§ **ACTIVITY**:
The word "async" turns up on some lines of this data; say how many, and give no other text.

*** SUPPLIED RECORDS ***

import type { Cooker, Kitchen, StorageMedium as CustomMediumRow } from '@/entities';
import { resolveWeatherToAperture, type HourlyWeather } from '@/lib/solar';
import type { WeatherStep } from '@/lib/thermal';
import { simulateCooker } from '@/lib/thermal';
import { unprocessable } from '@/lib/http/errors';
import { normalisePots, toApertureGeometry, toCookerSpec } from '@/lib/cookers/spec';
import type { SimulationInput } from '@/lib/validations/simulations';

/**
 * Runs the thermal model for POST /api/v1/simulations: a stored cooker (with its kitchen's place)
 * or an inline one, driven by aperture steps or by hourly weather resolved with lib/solar.
 * An inline cooker with mediumId "custom" needs its custom medium's row (looked up by the caller within the
 * viewer's organisations); without it the request is refused naming cooker.customMediumId.
 */
export function runSimulationRequest(
  input: SimulationInput,
  stored?: { cooker: Cooker; kitchen: Kitchen },
  inlineCustom?: Pick<CustomMediumRow, 'name' | 'rows' | 'smokePointC'> | null,
) {
  const def = stored?.cooker ?? { ...input.cooker!, pots: normalisePots(input.cooker!.pots) };
  const custom = stored ? (stored.cooker.customMedium ?? null) : (inlineCustom ?? null);
  if (def.mediumId === 'custom' && !custom) {
    throw unprocessable('Choose a custom medium of your organisation.', { [stored ? 'cookerId' : 'cooker.customMediumId']: 'Unknown custom medium.' });
  }
  const spec = toCookerSpec(def as Cooker, custom);
  const site = input.site
    ? { latitudeDeg: input.site.latitude, longitudeDeg: input.site.longitude, altitudeM: input.site.altitudeM }
    : stored
      ? { latitudeDeg: stored.kitchen.latitude, longitudeDeg: stored.kitchen.longitude, altitudeM: stored.kitchen.altitudeM }
      : null;
  const altitudeM = input.altitudeM ?? site?.altitudeM ?? 0;
  let steps: WeatherStep[];
  if (input.weather.kind === 'aperture') {
    steps = input.weather.steps.map((s) => ({ t: Date.parse(s.t), gApertureWm2: s.gApertureWm2, tAirC: s.tAirC, ...(s.windMS !== undefined ? { windMS: s.windMS } : {}) }));
  } else {
    const hourly: HourlyWeather[] = input.weather.hours.map(({ t, ...rest }) => ({ t: Date.parse(t), ...rest }));
    steps = resolveWeatherToAperture(site!, toApertureGeometry(def as Cooker), hourly, 60);
  }
  const potIds = new Set(spec.pots.map((p) => p.id));
  input.loads.forEach((l, i) => {
    if (!potIds.has(l.potId)) throw unprocessable(`Batch ${i + 1} names a pot the cooker does not have.`, { [`loads.${i}.potId`]: `Known pots: ${[...potIds].join(', ')}.` });
  });
  const loads = input.loads.map((l) => ({ ...l, startMs: Date.parse(l.start), maxEndMs: Date.parse(l.maxEnd) }));
  let sim;
  try {
    sim = simulateCooker(spec, steps, { initialStoreTempC: input.initialStoreTempC, altitudeM, loads: loads.map(({ start: _s, maxEnd: _m, ...l }) => l) });
  } catch (err) {
    if (err instanceof RangeError) throw unprocessable(`The model refused the input: ${err.message}`, { '(body)': err.message });
    throw err;
  }
  const stepS = steps.length > 1 ? (steps[1]!.t - steps[0]!.t) / 1000 : 60;
  const every = Math.max(1, Math.round((input.outputStepMin * 60) / stepS));
  const pick = <T,>(a: T[]) => a.filter((_, i) => i % every === 0);
  return {
    series: {
      t: pick(sim.series.t).map((ms) => new Date(ms).toISOString()),
      storeTempC: pick(sim.series.storeTempC),
      charge: pick(sim.series.charge),
      potTempC: Object.fromEntries(Object.entries(sim.series.potTempC).map(([k, v]) => [k, pick(v).map((x) => (Number.isFinite(x) ? x : null))])),
    },
    loads: sim.loads.map((l) => ({ ...l, startMs: undefined, start: new Date(l.startMs).toISOString(), reached: l.reachedMs ? new Date(l.reachedMs).toISOString() : null, done: l.doneMs ? new Date(l.doneMs).toISOString() : null, end: new Date(l.endMs).toISOString() })),
    events: sim.events.map((e) => ({ ...e, t: new Date(e.tMs).toISOString() })),
    balance: sim.balance,
  };
}
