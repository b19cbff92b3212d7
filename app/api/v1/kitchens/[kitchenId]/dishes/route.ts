import type { NextRequest } from 'next/server';
import { json, parseJson, route } from '@/lib/http/handler';
import { requireKitchen } from '@/lib/auth/guard';
import { createDish, listDishes } from '@/lib/dishes';
import { createDishSchema } from '@/lib/validations/dishes';

type P = { kitchenId: string };

/** The organisation's dish library, seen from one of its kitchens. */
export const GET = route<P>(async (_req, { params }) => {
  const access = await requireKitchen((await params).kitchenId, 'read');
  return json({ dishes: await listDishes(access.em, access.kitchen.organisation.id) });
});

export const POST = route<P>(async (req: NextRequest, { params }) => {
  const access = await requireKitchen((await params).kitchenId, 'plan');
  const input = await parseJson(req, createDishSchema, 32 * 1024);
  return json(await createDish(access, access.kitchen.organisation.id, input), { status: 201 });
});
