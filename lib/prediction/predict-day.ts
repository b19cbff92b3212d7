import { clearSkyHourly, resolveWeatherToAperture, type ApertureGeometry, type HourlyWeather, type Site } from '@/lib/solar';
import { boilingPointAtAltitudeC, simulateCooker, type CookerSpec, type PotLoad, type SimulationResult } from '@/lib/thermal';
import { addDays, zonedDayBoundsMs, zonedTimeToUtcMs } from '@/lib/time';

export type WeatherSource = 'forecast' | 'stale-forecast' | 'upload' | 'clear-sky';

export interface DayPredictionInput {
  site: Site;
  timeZone: string;
  /** Local date YYYY-MM-DD. */
  date: string;
  spec: CookerSpec;
  geometry: ApertureGeometry;
  /** Hourly weather covering the day before and the day (for spin-up); clear sky when absent. */
  hourly?: HourlyWeather[];
  /** Store temperature at local midnight [°C]; when absent, the store is spun up over the previous day. */
  initialStoreTempC?: number;
  /** Batches; when absent, one reference batch of water in the first pot shows when a pot gets hot. */
  loads?: PotLoad[];
  /** Scale of clear-sky irradiance when no forecast exists (monthly clearness) [0–1]. */
  clearness?: number;
  /** Output resolution of the series [min]; default 10. */
  outputStepMin?: number;
}

export interface DayPrediction {
  date: string;
  source: WeatherSource;
  /** Output series at outputStepMin resolution. */
  series: { t: number[]; storeTempC: number[]; potTempC: Record<string, (number | null)[]>; charge: number[]; gApertureWm2: number[]; tAirC: number[] };
  loads: SimulationResult['loads'];
  events: SimulationResult['events'];
  balance: SimulationResult['balance'];
  initialStoreTempC: number;
  referenceLoad: PotLoad | null;
  boilingPointC: number;
}

const STEP_S = 60;

/**
 * Predicts a cooker's day: weather → aperture irradiance (lib/solar) → store and pot simulation
 * (lib/thermal), minute by minute, returned at a coarser resolution for charts.
 * Without a starting temperature the store is first simulated over the previous day from its lowest
 * useful temperature (a one-day spin-up), so the morning state follows from yesterday's sun.
 */
export function predictDay(input: DayPredictionInput): DayPrediction {
  const [dayStart, dayEnd] = zonedDayBoundsMs(input.date, input.timeZone);
  const prevStart = zonedDayBoundsMs(addDays(input.date, -1), input.timeZone)[0];
  const source: WeatherSource = input.hourly ? 'forecast' : 'clear-sky';
  const hourly =
    input.hourly ??
    clearSkyHourly(input.site, prevStart - 3_600_000, dayEnd + 3_600_000, { clearness: input.clearness ?? 1, tAirC: { minC: 16, maxC: 31 } });
  const steps = resolveWeatherToAperture(input.site, input.geometry, hourly, STEP_S);
  const firstT = steps[0]?.t ?? dayStart;
  const from = (ms: number) => Math.max(0, Math.round((ms - firstT) / (STEP_S * 1000)));
  const day = steps.slice(from(dayStart), from(dayEnd));
  if (day.length < 60) throw new RangeError('hourly: the weather does not cover the requested day');

  let initialStoreTempC = input.initialStoreTempC;
  if (initialStoreTempC === undefined) {
    const prev = steps.slice(from(prevStart), from(dayStart));
    if (prev.length >= 60) {
      const spin = simulateCooker(input.spec, prev, { stepS: STEP_S, initialStoreTempC: input.spec.store.minUsefulTempC, altitudeM: input.site.altitudeM });
      initialStoreTempC = spin.series.storeTempC[spin.series.storeTempC.length - 1] ?? input.spec.store.minUsefulTempC;
    } else {
      initialStoreTempC = input.spec.store.minUsefulTempC;
    }
  }

  const boilingPointC = boilingPointAtAltitudeC(input.site.altitudeM);
  let referenceLoad: PotLoad | null = null;
  let loads = input.loads;
  const pot = input.spec.pots[0];
  if (!loads && pot) {
    // Reference batch (common practice, no source): a pot 70 % full of water from 10:00, held near the boil for 30 min.
    referenceLoad = {
      id: 'reference',
      potId: pot.id,
      startMs: zonedTimeToUtcMs(input.date, input.timeZone, 10, 0),
      foodKg: 0,
      foodCpJPerKgK: 3500,
      waterKg: 0.7 * pot.volumeL,
      lidOn: true,
      minTempC: Math.min(90, boilingPointC - 3),
      holdS: 30 * 60,
      maxEndMs: zonedTimeToUtcMs(input.date, input.timeZone, 17, 0),
    };
    loads = [referenceLoad];
  }

  const sim = simulateCooker(input.spec, day, { stepS: STEP_S, initialStoreTempC, altitudeM: input.site.altitudeM, loads: loads ?? [] });
  const every = Math.max(1, Math.round(((input.outputStepMin ?? 10) * 60) / STEP_S));
  const pick = <T,>(a: T[]) => a.filter((_, i) => i % every === 0);
  const potTempC: Record<string, (number | null)[]> = {};
  for (const [id, arr] of Object.entries(sim.series.potTempC)) potTempC[id] = pick(arr).map((v) => (Number.isFinite(v) ? v : null));
  return {
    date: input.date,
    source,
    series: {
      t: pick(sim.series.t),
      storeTempC: pick(sim.series.storeTempC),
      potTempC,
      charge: pick(sim.series.charge),
      gApertureWm2: pick(day.map((s) => s.gApertureWm2)),
      tAirC: pick(day.map((s) => s.tAirC)),
    },
    loads: sim.loads,
    events: sim.events,
    balance: sim.balance,
    initialStoreTempC,
    referenceLoad,
    boilingPointC,
  };
}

*** End of SUPPLIED RECORDS ***

§ **WRITTEN SOLUTION**:
2